Tema central da questão:
A questão aborda enfoques educacionais que precisam ser superados para uma prática docente alinhada à pedagogia crítica e à proposta de Paulo Freire. Entender esses enfoques é fundamental para reconhecer práticas que limitam a participação crítica, a autonomia e a transformação social na escola.
Resumo teórico:
Segundo Paulo Freire e a pedagogia pós-moderna, a educação deve ser problematizadora, dialógica e transformadora, rompendo com modelos tradicionais. Os enfoques a serem superados são:
- Homogeneizantes: Tratam todos os alunos de forma igual, sem considerar as diferenças culturais e sociais.
- Dicotômicos: Fazem divisões rígidas (por exemplo, teoria/prática), impedindo abordagens integradoras.
- Tecnológicos: Valorizam excessivamente a tecnologia, muitas vezes de modo instrumental, sem considerar o contexto social.
- Funcionalistas: Enxergam a educação apenas como instrumento para o mercado de trabalho.
- Burocratizantes: Focam em processos e regras, não no desenvolvimento humano.
Esses termos são encontrados em autores como Freire (Pedagogia do Oprimido) e em diretrizes de formação docente.

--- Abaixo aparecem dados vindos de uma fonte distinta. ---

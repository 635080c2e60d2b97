/**
 * Which route answered a request, by React Router's route id
 * ("routes/build-order"), for log lines and metric labels: never the raw
 * URL, whose path and query can carry tokens, e-mail addresses and ids.
 * The same matcher React Router routes with (`matchRoutes`) over the server
 * build's flat route manifest.
 */
import { matchRoutes, type RouteObject } from "react-router";

/** The part of a server build's route entry that routing reads. */
export interface ManifestRoute {
  id: string;
  parentId?: string;
  path?: string;
  index?: boolean;
  caseSensitive?: boolean;
}

/** The label of a request no route matched. */
export const noRouteLabel = "(no route)";

/** The manifest's routes as the nested tree `matchRoutes` takes. */
export function routeTree(
  manifest: Record<string, ManifestRoute | undefined>,
): RouteObject[] {
  const entries = Object.values(manifest).filter(
    (route): route is ManifestRoute => route !== undefined,
  );
  const childrenOf = (parentId: string | undefined): RouteObject[] =>
    entries
      .filter((route) => route.parentId === parentId)
      .map((route) =>
        route.index
          ? { id: route.id, index: true, path: route.path }
          : {
              id: route.id,
              path: route.path,
              caseSensitive: route.caseSensitive,
              children: childrenOf(route.id),
            },
      );
  return childrenOf(undefined);
}

/**
 * The page a single-fetch data request (`/stock.data`, `/_root.data` for
 * `/`) loads: its route is the page's.
 */
export function pagePathOf(pathname: string): string {
  if (pathname === "/_root.data") return "/";
  return pathname.endsWith(".data")
    ? pathname.slice(0, -".data".length)
    : pathname;
}

/** The id of the deepest route matching `pathname`, or {@link noRouteLabel}. */
export function routeIdFor(tree: RouteObject[], pathname: string): string {
  const matches = matchRoutes(tree, pagePathOf(pathname));
  return matches?.at(-1)?.route.id ?? noRouteLabel;
}

/** `routeIdFor` over one tree, remembering the answers for the latest paths asked. */
export type RouteIdMatcher = (pathname: string) => string;

/**
 * `matchRoutes` flattens and ranks the whole tree on every call: a matcher keeps the
 * route ids of the last `remembered` paths (a request's path is asked once per answer,
 * and under load the same paths come again), forgetting the oldest first.
 */
export function routeIdMatcher(
  tree: RouteObject[],
  remembered = 1_000,
): RouteIdMatcher {
  const known = new Map<string, string>();
  return (pathname) => {
    const found = known.get(pathname);
    if (found !== undefined) return found;
    const id = routeIdFor(tree, pathname);
    if (known.size >= remembered)
      known.delete(known.keys().next().value as string);
    known.set(pathname, id);
    return id;
  };
}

Justificando a alternativa correta:
A alternativa A (Apenas I, II e III) é a correta porque os enfoques I (homogeneizantes), II (dicotômicos e tecnológicos) e III (funcionalistas e burocratizantes) são, de fato, mencionados no texto como perspectivas a serem superadas. Eles representam formas de ensino pouco abertas à diversidade, ao diálogo e à transformação social.
Análise das alternativas incorretas:
- B (I, IV e V): Metodológicas e didáticas não são enfoques criticados pelo texto; pelo contrário, podem ser essenciais para a inovação pedagógica.

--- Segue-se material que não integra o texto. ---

/**
 * The server's metrics, read by Prometheus from GET /metrics (server/app.ts,
 * docs/decisions/025-metrics.md). One registry per process, kept across the
 * dev server's module reloads so a metric is never registered twice.
 *
 * What the rest of the app calls:
 * - `observeRequest` (server/app.ts, once per answered request);
 * - `countTransactionRetry(reason)` (the transaction retry helper);
 * - `timePriceListImport(work)` (the price-list commit);
 * - `metricsText()` (the /metrics answer).
 */
import {
  Counter,
  Histogram,
  Registry,
  collectDefaultMetrics,
} from "prom-client";

function createMetrics() {
  const registry = new Registry();
  collectDefaultMetrics({ register: registry });

  const requests = new Counter({
    name: "turnledger_http_requests_total",
    help: "HTTP requests answered, by route id, method and status.",
    labelNames: ["route", "method", "status"] as const,
    registers: [registry],
  });
  const requestDuration = new Histogram({
    name: "turnledger_http_request_duration_seconds",
    help: "Time from a request's arrival to the end of its answer, by route id, method and status.",
    labelNames: ["route", "method", "status"] as const,
    // Pages answer in milliseconds; imports and reports may take seconds.
    buckets: [0.005, 0.01, 0.025, 0.05, 0.1, 0.25, 0.5, 1, 2.5, 5, 10],
    registers: [registry],
  });
  const transactionRetries = new Counter({
    name: "turnledger_transaction_retries_total",
    help: "Database transactions run again after a conflict, by reason (deadlock, lock wait timeout, certification failure, …).",
    labelNames: ["reason"] as const,
    registers: [registry],
  });
  const priceListImportDuration = new Histogram({
    name: "turnledger_price_list_import_duration_seconds",
    help: "Time to commit a price list's rows to the catalogue (successful or refused).",
    buckets: [0.05, 0.1, 0.25, 0.5, 1, 2.5, 5, 10, 30, 60],
    registers: [registry],
  });
  return {
    registry,
    requests,
    requestDuration,
    transactionRetries,
    priceListImportDuration,
  };
}

type Metrics = ReturnType<typeof createMetrics>;
const globalForMetrics = globalThis as unknown as {
  turnledgerMetrics?: Metrics;
};
const metrics = (globalForMetrics.turnledgerMetrics ??= createMetrics());

/** The registry /metrics reads; other modules add their gauges to it. */
export const registry = metrics.registry;

/** Counts one answered request and its duration (seconds). */
export function observeRequest(answer: {
  route: string;
  method: string;
  status: number;
  seconds: number;
}): void {
  const labels = {
    route: answer.route,
    method: answer.method,
    status: String(answer.status),
  };
  metrics.requests.inc(labels);
  metrics.requestDuration.observe(labels, answer.seconds);
}

/**
 * Counts a transaction that is run again. `reason` is a short fixed word
 * (e.g. "deadlock", "lock_wait_timeout"), never a message with values in it:
 * each distinct reason becomes a time series.
 */
export function countTransactionRetry(reason: string): void {
  metrics.transactionRetries.inc({ reason });
}

/** Runs a price-list commit and records how long it took, whether it succeeded or threw. */
export async function timePriceListImport<T>(
  work: () => Promise<T>,
): Promise<T> {
  const stop = metrics.priceListImportDuration.startTimer();
  try {
    return await work();
  } finally {
    stop();
  }
}

/** The Content-Type of {@link metricsText}: Prometheus' text format 0.0.4. */
export const metricsContentType = metrics.registry.contentType;

/** Every metric in Prometheus' text format. */
export function metricsText(): Promise<string> {
  return metrics.registry.metrics();
}
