/** What a person reads when the server failed them, and the reference to quote (the request id). */
export const unexpectedErrorMessage =
  "The server could not answer this request. It has been logged; try again, and tell an admin the reference below if it keeps happening.";

/** The plain-text 500 page of an answer that failed before any page could be drawn. */
export function unexpectedErrorText(requestId: string | undefined): string {
  return `${unexpectedErrorMessage}\nReference: ${requestId ?? "none"}\n`;
}

/** The reference a route error's data carries (server/unexpected-errors.ts), or null. */
export function referenceOf(data: unknown): string | null {
  if (data && typeof data === "object" && "reference" in data) {
    const reference = (data as { reference: unknown }).reference;
    return typeof reference === "string" && reference ? reference : null;
  }
  return null;
}
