import { describe, expect, it } from "vitest";
import { acceptedRequestId, newRequestId } from "./request-id";

describe("acceptedRequestId", () => {
  it("keeps a proxy's id of letters, digits and dashes", () => {
    const uuid = "3b241101-e2bb-4255-8caf-4136c566a962";
    expect(acceptedRequestId(uuid, true)).toBe(uuid);
    expect(acceptedRequestId("a".repeat(64), true)).toBe("a".repeat(64));
  });

  it("refuses anything else, and everything when no proxy is trusted", () => {
    expect(acceptedRequestId("3b241101-e2bb", false)).toBeNull();
    expect(acceptedRequestId(undefined, true)).toBeNull();
    expect(acceptedRequestId("", true)).toBeNull();
    expect(acceptedRequestId("a".repeat(65), true)).toBeNull();
    for (const odd of [
      "abc def",
      "abc\ndef",
      'abc"}',
      "abc_def",
      "abc.def",
      "é",
      "abc\u0000",
    ])
      expect(acceptedRequestId(odd, true), JSON.stringify(odd)).toBeNull();
  });
});

describe("newRequestId", () => {
  it("is 16 hex digits and differs each time", () => {
    const ids = new Set(Array.from({ length: 1_000 }, newRequestId));
    expect(ids.size).toBe(1_000);
    for (const id of ids) expect(id).toMatch(/^[0-9a-f]{16}$/);
  });
});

- C (II, III e IV): Inclui metodológicas, o que foge do pensamento crítico proposto pelo texto.
- D (I, II, III, IV e V): Inclui enfoques metodológicos e didáticos, que não são alvos da crítica do texto.
Dica para interpretação:
Observe as palavras-chave e busque identificar se o enfoque citado é algo que restringe ou amplia o processo educativo. Pegadinha comum: pensar que todo termo pedagógico é negativo—lembre-se de analisar o contexto!